WHAT IS NEEDED: Retype all of the records shown beneath this task, exactly as they stand.

DATASET EXCERPTS:
/**
 * Runs of past values bound for child nodes: entries [from, to) of a parent's sorted list, each value
 * shifted by the edge weight and each weight multiplied by the pattern's multiplicity. Collected
 * while a stage's parents are expanded, then replayed child by child, so that every insert into a
 * child's table happens while that table is in cache.
 */
class PendingRuns {
  count = 0;
  child: Int32Array = new Int32Array(1024);
  parent: Int32Array = new Int32Array(1024);
  from: Int32Array = new Int32Array(1024);
  to: Int32Array = new Int32Array(1024);
  shift: Float64Array = new Float64Array(1024);
  factor: Float64Array = new Float64Array(1024);

  bytes(): number {
    return this.child.length * 32;
  }

  push(child: number, parent: number, from: number, to: number, shift: number, factor: number): void {
    if (this.count === this.child.length) {
      const capacity = 2 * this.count;
      this.child = growInt(this.child, capacity);
      this.parent = growInt(this.parent, capacity);
      this.from = growInt(this.from, capacity);
      this.to = growInt(this.to, capacity);
      this.shift = grow(this.shift, capacity);
      this.factor = grow(this.factor, capacity);
    }
    const run = this.count++;
    this.child[run] = child;
    this.parent[run] = parent;
    this.from[run] = from;
    this.to[run] = to;
    this.shift[run] = shift;
    this.factor[run] = factor;
  }

  /** Run indices grouped by child (counting sort): child c's runs are order[start[c]] … order[start[c + 1] − 1]. */
  byChild(childCount: number): { order: Int32Array; start: Int32Array } {
    const start = new Int32Array(childCount + 1);
    for (let run = 0; run < this.count; run++) start[this.child[run] + 1] += 1;
    for (let c = 0; c < childCount; c++) start[c + 1] += start[c];
    const fill = start.slice(0, childCount);
    const order = new Int32Array(this.count);
    for (let run = 0; run < this.count; run++) order[fill[this.child[run]]++] = run;
    return { order, start };
  }
}

function growInt(values: Int32Array, capacity: number): Int32Array {
  const grown = new Int32Array(capacity);
  grown.set(values);
  return grown;
}
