def _unterminated(text: str) -> str | None:
    """"string", "quoted name" or "comment" when one is left open, else None."""
    pos = 0
    while True:
        match = _OPENERS.search(text, pos)
        if match is None:
            return None
        opener = match.group()
        if opener == "--":
            newline = _LINE_END.search(text, match.end())
            if newline is None:
                return None
            pos = newline.end()
        elif opener == "/*":
            close = text.find("*/", match.end())
            if close < 0:
                return "comment"
            pos = close + 2
        else:
            body, pos = _quoted_body(text, match.end(), opener)
            if body is None:
                return "string" if opener == "'" else "quoted name"


# ---------------------------------------------------------------- normal form


def normal_form(text: str, table: str | None = None) -> str:
    """A canonical string of the expression's logic.

    Case of keywords, names and function names, spaces, newlines, comments,
    quoting of names and redundant parentheses never count; the case of string
    literals does, and so does the grouping that parentheses force. `a AND
    (b AND c)` equals `a AND b AND c` (AND and OR are associative); operands are
    never reordered. With `table`, a column qualified with that table equals the
    bare column (a base measure may write `trips.fare` for `fare`).
    Raises SqlError.
    """
    parse(text)  # raises a fresh SqlError for bad text
    return _normal_form(text, table.lower() if table else None)


def same_logic(a: str | None, b: str | None, table: str | None = None) -> bool:
    """Whether two optional expressions have the same normal form.

    None equals only None. Identical texts are equal without parsing.
    Raises SqlError when a text cannot be read.
    """
    if a is None or b is None:
        return a is b
    if a == b:
        return True
    return normal_form(a, table) == normal_form(b, table)


@functools.lru_cache(maxsize=1 << 16)
def _normal_form(text: str, table: str | None) -> str:
    return _canonical(parse(text), table)


def _canonical(root: "exp.Expression", table: str | None) -> str:
    """An s-expression of node types and normalised arguments, without Paren nodes.

    Iterative (reverse pre-order computes children first), so deep trees such
    as a 3,000-term OR chain do not exhaust Python's recursion limit.
    """
    from sqlglot import exp

    order = []
    stack = [root]
    while stack:
        node = stack.pop()
        order.append(node)
        stack.extend(node.iter_expressions())
    form: dict[int, str] = {}
    chain: dict[int, tuple[type, list[str]]] = {}  # AND/OR operands, flattened
    bound = _lambda_bound(root)
    for node in reversed(order):
        key = id(node)
        if key in bound:
            form[key] = form[id(node.this)]  # a lambda's variable, written in another case
        elif _is_wrapper(node, exp):
            form[key] = form[id(node.this)]
            if id(node.this) in chain:
                chain[key] = chain[id(node.this)]
        elif isinstance(node, (exp.And, exp.Or)):
            items: list[str] = []
            for side in (node.this, node.expression):
                joined = chain.get(id(side))
                if joined is not None and joined[0] is type(node):
                    items.extend(joined[1])
                else:
                    items.append(form[id(side)])
            chain[key] = (type(node), items)
            form[key] = f"({type(node).__name__.lower()} {' '.join(items)})"
        else:
            form[key] = _node_form(node, form, table, exp)
    return form[id(root)]


def _is_wrapper(node: "exp.Expression", exp) -> bool:  # noqa: ANN001
    """Parentheses, and the nodes sqlglot makes of redundant ones."""
    if isinstance(node, exp.Paren):
        return True
    if isinstance(node, exp.Alias):
        return not node.args.get("alias")  # `((x))` in some positions
    if isinstance(node, exp.Subquery) and isinstance(node.this, exp.Subquery):
        return not any(value for key, value in node.args.items() if key != "this")  # `((select ...))`
    return False


def _node_form(node: "exp.Expression", form: dict[int, str], table: str | None, exp) -> str:  # noqa: ANN001
    if isinstance(node, exp.Column) and table is not None:
        qualifier = node.args.get("table")
        if (
            isinstance(qualifier, exp.Identifier)
            and qualifier.this.lower() == table
            and not node.args.get("db")
            and not node.args.get("catalog")
        ):
            return f"(column this={form[id(node.this)]})"
    caseless = _caseless_strings(node, exp)
    parts = [type(node).__name__.lower()]
    for name in sorted(node.args):
        if name in ("comments", "quoted"):
            continue
        value = node.args[name]
        if value is None or (isinstance(value, list) and not value):
            continue
        parts.append(f"{name}={_value_form(value, form, caseless, exp)}")
    return "(" + " ".join(parts) + ")"


def _caseless_strings(node: "exp.Expression", exp) -> bool:  # noqa: ANN001
    """Whether the plain-text arguments of this node ignore case in SQL."""
    if isinstance(node, exp.Literal):
        return not node.is_string  # 1E3 == 1e3, 'East' != 'east'
    return isinstance(node, _caseless_types(exp))


@functools.lru_cache(maxsize=1)
def _caseless_types(exp) -> tuple[type, ...]:  # noqa: ANN001
    """Nodes whose text arguments are names or keywords, never data."""
    return (exp.Identifier, exp.Var, exp.Anonymous, exp.Placeholder, exp.Window, exp.Trim, exp.DataType)


def _value_form(value: object, form: dict[int, str], caseless: bool, exp) -> str:  # noqa: ANN001
    import json  # (only normal forms need it: a command that reads no SQL does not pay for it)

    if isinstance(value, exp.Expression):
        return form[id(value)]
    if isinstance(value, list):
        return "[" + " ".join(_value_form(item, form, caseless, exp) for item in value) + "]"
    if isinstance(value, bool):
        return "true" if value else "false"
    if isinstance(value, str):
        return json.dumps(value.lower() if caseless else value, ensure_ascii=False)
    return json.dumps(str(value), ensure_ascii=False)


# ---------------------------------------------------------------- facts about one text


@dataclass(frozen=True)
class Facts:
    """What one expression reads and does, found in one walk over its tree."""

    columns: frozenset[tuple[str | None, str]]  # (qualifier or None, name) as written
    outside_aggregate: frozenset[tuple[str | None, str]]  # columns read outside any aggregate
    aggregates: tuple[str, ...]  # aggregate function names, sorted, lower case
    parameters: frozenset[str]  # parameter names, lower case; "?" for an anonymous one
    subquery: bool
    condition_like: bool  # False when the top node is plainly a value (number, arithmetic)
    refused: tuple[str, ...] = ()  # constructs outside the allow-list (modeldiff.sqlguard), in reading order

RESPONSE AREA:
/**
 * Runs of past values bound for child nodes: entries [from, to) of a parent's sorted list, each value
 * shifted by the edge weight and each weight multiplied by the pattern's multiplicity. Collected
 * while a stage's parents are expanded, then replayed child by child, so that every insert into a
 * child's table happens while that table is in cache.
 */
class PendingRuns {
  count = 0;
  child: Int32Array = new Int32Array(1024);
  parent: Int32Array = new Int32Array(1024);
  from: Int32Array = new Int32Array(1024);
  to: Int32Array = new Int32Array(1024);
  shift: Float64Array = new Float64Array(1024);
  factor: Float64Array = new Float64Array(1024);

  bytes(): number {
    return this.child.length * 32;
  }

  push(child: number, parent: number, from: number, to: number, shift: number, factor: number): void {
    if (this.count === this.child.length) {
      const capacity = 2 * this.count;
      this.child = growInt(this.child, capacity);
      this.parent = growInt(this.parent, capacity);
      this.from = growInt(this.from, capacity);
      this.to = growInt(this.to, capacity);
      this.shift = grow(this.shift, capacity);
      this.factor = grow(this.factor, capacity);
    }
    const run = this.count++;
    this.child[run] = child;
    this.parent[run] = parent;
    this.from[run] = from;
    this.to[run] = to;
    this.shift[run] = shift;
    this.factor[run] = factor;
  }

  /** Run indices grouped by child (counting sort): child c's runs are order[start[c]] … order[start[c + 1] − 1]. */
  byChild(childCount: number): { order: Int32Array; start: Int32Array } {
    const start = new Int32Array(childCount + 1);
    for (let run = 0; run < this.count; run++) start[this.child[run] + 1] += 1;
    for (let c = 0; c < childCount; c++) start[c + 1] += start[c];
    const fill = start.slice(0, childCount);
    const order = new Int32Array(this.count);
    for (let run = 0; run < this.count; run++) order[fill[this.child[run]]++] = run;
    return { order, start };
  }
}

function growInt(values: Int32Array, capacity: number): Int32Array {
  const grown = new Int32Array(capacity);
  grown.set(values);
  return grown;
}
def _unterminated(text: str) -> str | None:
    """"string", "quoted name" or "comment" when one is left open, else None."""
    pos = 0
    while True:
        match = _OPENERS.search(text, pos)
        if match is None:
            return None
        opener = match.group()
        if opener == "--":
            newline = _LINE_END.search(text, match.end())
            if newline is None:
                return None
            pos = newline.end()
        elif opener == "/*":
            close = text.find("*/", match.end())
            if close < 0:
                return "comment"
            pos = close + 2
        else:
            body, pos = _quoted_body(text, match.end(), opener)
            if body is None:
                return "string" if opener == "'" else "quoted name"


# ---------------------------------------------------------------- normal form


def normal_form(text: str, table: str | None = None) -> str:
    """A canonical string of the expression's logic.

    Case of keywords, names and function names, spaces, newlines, comments,
    quoting of names and redundant parentheses never count; the case of string
    literals does, and so does the grouping that parentheses force. `a AND
    (b AND c)` equals `a AND b AND c` (AND and OR are associative); operands are
    never reordered. With `table`, a column qualified with that table equals the
    bare column (a base measure may write `trips.fare` for `fare`).
    Raises SqlError.
    """
    parse(text)  # raises a fresh SqlError for bad text
    return _normal_form(text, table.lower() if table else None)


def same_logic(a: str | None, b: str | None, table: str | None = None) -> bool:
    """Whether two optional expressions have the same normal form.

    None equals only None. Identical texts are equal without parsing.
    Raises SqlError when a text cannot be read.
    """
    if a is None or b is None:
        return a is b
    if a == b:
        return True
    return normal_form(a, table) == normal_form(b, table)


@functools.lru_cache(maxsize=1 << 16)
def _normal_form(text: str, table: str | None) -> str:
    return _canonical(parse(text), table)


def _canonical(root: "exp.Expression", table: str | None) -> str:
    """An s-expression of node types and normalised arguments, without Paren nodes.

    Iterative (reverse pre-order computes children first), so deep trees such
    as a 3,000-term OR chain do not exhaust Python's recursion limit.
    """
    from sqlglot import exp

    order = []
    stack = [root]
    while stack:
        node = stack.pop()
        order.append(node)
        stack.extend(node.iter_expressions())
    form: dict[int, str] = {}
    chain: dict[int, tuple[type, list[str]]] = {}  # AND/OR operands, flattened
    bound = _lambda_bound(root)
    for node in reversed(order):
        key = id(node)
        if key in bound:
            form[key] = form[id(node.this)]  # a lambda's variable, written in another case
        elif _is_wrapper(node, exp):
            form[key] = form[id(node.this)]
            if id(node.this) in chain:
                chain[key] = chain[id(node.this)]
        elif isinstance(node, (exp.And, exp.Or)):
            items: list[str] = []
            for side in (node.this, node.expression):
                joined = chain.get(id(side))
                if joined is not None and joined[0] is type(node):
                    items.extend(joined[1])
                else:
                    items.append(form[id(side)])
            chain[key] = (type(node), items)
            form[key] = f"({type(node).__name__.lower()} {' '.join(items)})"
        else:
            form[key] = _node_form(node, form, table, exp)
    return form[id(root)]


def _is_wrapper(node: "exp.Expression", exp) -> bool:  # noqa: ANN001
    """Parentheses, and the nodes sqlglot makes of redundant ones."""
    if isinstance(node, exp.Paren):
        return True
    if isinstance(node, exp.Alias):
        return not node.args.get("alias")  # `((x))` in some positions
    if isinstance(node, exp.Subquery) and isinstance(node.this, exp.Subquery):
        return not any(value for key, value in node.args.items() if key != "this")  # `((select ...))`
    return False


def _node_form(node: "exp.Expression", form: dict[int, str], table: str | None, exp) -> str:  # noqa: ANN001
    if isinstance(node, exp.Column) and table is not None:
        qualifier = node.args.get("table")
        if (
            isinstance(qualifier, exp.Identifier)
            and qualifier.this.lower() == table
            and not node.args.get("db")
            and not node.args.get("catalog")
        ):
            return f"(column this={form[id(node.this)]})"
    caseless = _caseless_strings(node, exp)
    parts = [type(node).__name__.lower()]
    for name in sorted(node.args):
        if name in ("comments", "quoted"):
            continue
        value = node.args[name]
        if value is None or (isinstance(value, list) and not value):
            continue
        parts.append(f"{name}={_value_form(value, form, caseless, exp)}")
    return "(" + " ".join(parts) + ")"


def _caseless_strings(node: "exp.Expression", exp) -> bool:  # noqa: ANN001
    """Whether the plain-text arguments of this node ignore case in SQL."""
    if isinstance(node, exp.Literal):
        return not node.is_string  # 1E3 == 1e3, 'East' != 'east'
    return isinstance(node, _caseless_types(exp))


@functools.lru_cache(maxsize=1)
def _caseless_types(exp) -> tuple[type, ...]:  # noqa: ANN001
    """Nodes whose text arguments are names or keywords, never data."""
    return (exp.Identifier, exp.Var, exp.Anonymous, exp.Placeholder, exp.Window, exp.Trim, exp.DataType)


def _value_form(value: object, form: dict[int, str], caseless: bool, exp) -> str:  # noqa: ANN001
    import json  # (only normal forms need it: a command that reads no SQL does not pay for it)

    if isinstance(value, exp.Expression):
        return form[id(value)]
    if isinstance(value, list):
        return "[" + " ".join(_value_form(item, form, caseless, exp) for item in value) + "]"
    if isinstance(value, bool):
        return "true" if value else "false"
    if isinstance(value, str):
        return json.dumps(value.lower() if caseless else value, ensure_ascii=False)
    return json.dumps(str(value), ensure_ascii=False)


# ---------------------------------------------------------------- facts about one text


@dataclass(frozen=True)
class Facts:
    """What one expression reads and does, found in one walk over its tree."""

    columns: frozenset[tuple[str | None, str]]  # (qualifier or None, name) as written
    outside_aggregate: frozenset[tuple[str | None, str]]  # columns read outside any aggregate
    aggregates: tuple[str, ...]  # aggregate function names, sorted, lower case
    parameters: frozenset[str]  # parameter names, lower case; "?" for an anonymous one
    subquery: bool
    condition_like: bool  # False when the top node is plainly a value (number, arithmetic)
    refused: tuple[str, ...] = ()  # constructs outside the allow-list (modeldiff.sqlguard), in reading order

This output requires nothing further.